Myth 3: My Bad Credit Score Will Always Stick With Me

Your credit score is only the snapshot of your credit risk at a point of time which keeps changing. It simply means that when you make payments for debts on time or by the ‘due date,’ your CIBIL score will also keep improving.

As a result, having a low score for some time need not mean having a forever low score profile.

Myth 4: Repaying My Debt on Time Will Add 50-100 Points to My Credit Score

We wish if this was true! A borrower should understand that it takes complex equation considering about hundreds of elements for your credit score to calculate.

While it is quite impossible to determine as to how many points will add on your payment of your outstanding, but it is a surety that you will grab some points for sure.

Myth 5: Closing Old Accounts Will Enhance My Credit Score

Many people may tell you to start afresh by closing all inactive or old accounts as a method to boost your credit score.
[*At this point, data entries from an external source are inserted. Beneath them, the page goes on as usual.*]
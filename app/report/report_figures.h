// The plots of a study report as gnuplot scripts, and their rendering to SVG
// by gnuplot (Debian package gnuplot-nox).
//
// Our visual language: one colour and one marker per learner (the
// Okabe & Ito 2008 colour-blind-safe set, in study order, with distinct
// filled markers so the lines read in grey too), a translucent band of the
// same colour for each 95% interval, targets as grey dashed lines, planned
// lengths as dotted vertical lines in the learner's colour, a learner's
// power ceiling as a dash-dot horizontal line in its colour. Points of
// different learners at one length are spread a little sideways so equal
// values do not hide each other.
#pragma once

#include <optional>
#include <string>
#include <vector>

#include "base/status.h"
#include "metrics/pvalue_calibration.h"

namespace locind::app {

struct PlotPoint {
  double x = 0;
  double y = 0;
  double low = 0;   // interval; equal to y when there is none
  double high = 0;
};

struct PlotSeries {
  std::string label;
  int style = 0;  // index of the learner: picks colour and marker
  std::vector<PlotPoint> points;  // sorted by x; undefined (NaN) y left out
};

struct LinePlot {
  std::string title;
  std::string x_label = "observation length";
  std::string y_label;
  bool unit_range = false;  // y in [0, 1] (rates); otherwise automatic
  bool log_y = false;
  std::vector<PlotSeries> series;
  std::optional<double> target;  // horizontal target line
  std::string target_label;
  // Vertical marks: (series style, x), e.g. the planned length of a learner.
  std::vector<std::pair<int, double>> marks;
  // Horizontal dash-dot lines in a learner's colour: (series style, y), e.g.
  // the best power a method can reach given the edges it cannot report.
  std::vector<std::pair<int, double>> ceilings;
};

struct QqPlot {
  std::string title;
  std::vector<metrics::QqPoint> points;  // all of them; the plot thins to 1000
  double share_at_level = 0;             // share of p-values <= level
  double level = 0.05;
};

// Stacked bars: each bar a sum of parts, one part per category (colour and
// legend entry), drawn bottom up in category order; zero parts are skipped.
struct StackCategory {
  std::string label;
  std::string colour;  // "#rrggbb"
};

struct StackedBar {
  double x = 0;               // centre; bars are 0.36 wide
  std::string tic;            // text under the bar
  std::vector<double> parts;  // one per category (missing ones count as 0)
};

struct StackedBarPlot {
  std::string title;
  std::string y_label;
  std::vector<StackCategory> categories;
  std::vector<StackedBar> bars;
  // Text centred under a group of bars (e.g. the length), below the tics.
  std::vector<std::pair<double, std::string>> group_labels;
};

// The colour of learner style `i` ("#rrggbb").
std::string StyleColour(int style);

// gnuplot scripts writing one SVG document to standard output.
std::string LinePlotScript(const LinePlot& plot);
std::string QqPlotScript(const QqPlot& plot);
std::string StackedBarScript(const StackedBarPlot& plot);

// Runs gnuplot on `script`; the SVG text, or an error naming what failed
// (gnuplot missing, or its own message).
Result<std::string> RenderGnuplot(const std::string& script);

}  // namespace locind::app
However, in many cases doing this may actually reduce the score. Why? It is because it will alter the debt-to-available-credit ratio and make the history to emerge unnaturally shorter.

The Bottom Line

You just went through the leading credit score myths that you should not consider at all. If you want to take out a personal loan, you can improve your credit score by maintaining it above 750 or more and paying all debts on time.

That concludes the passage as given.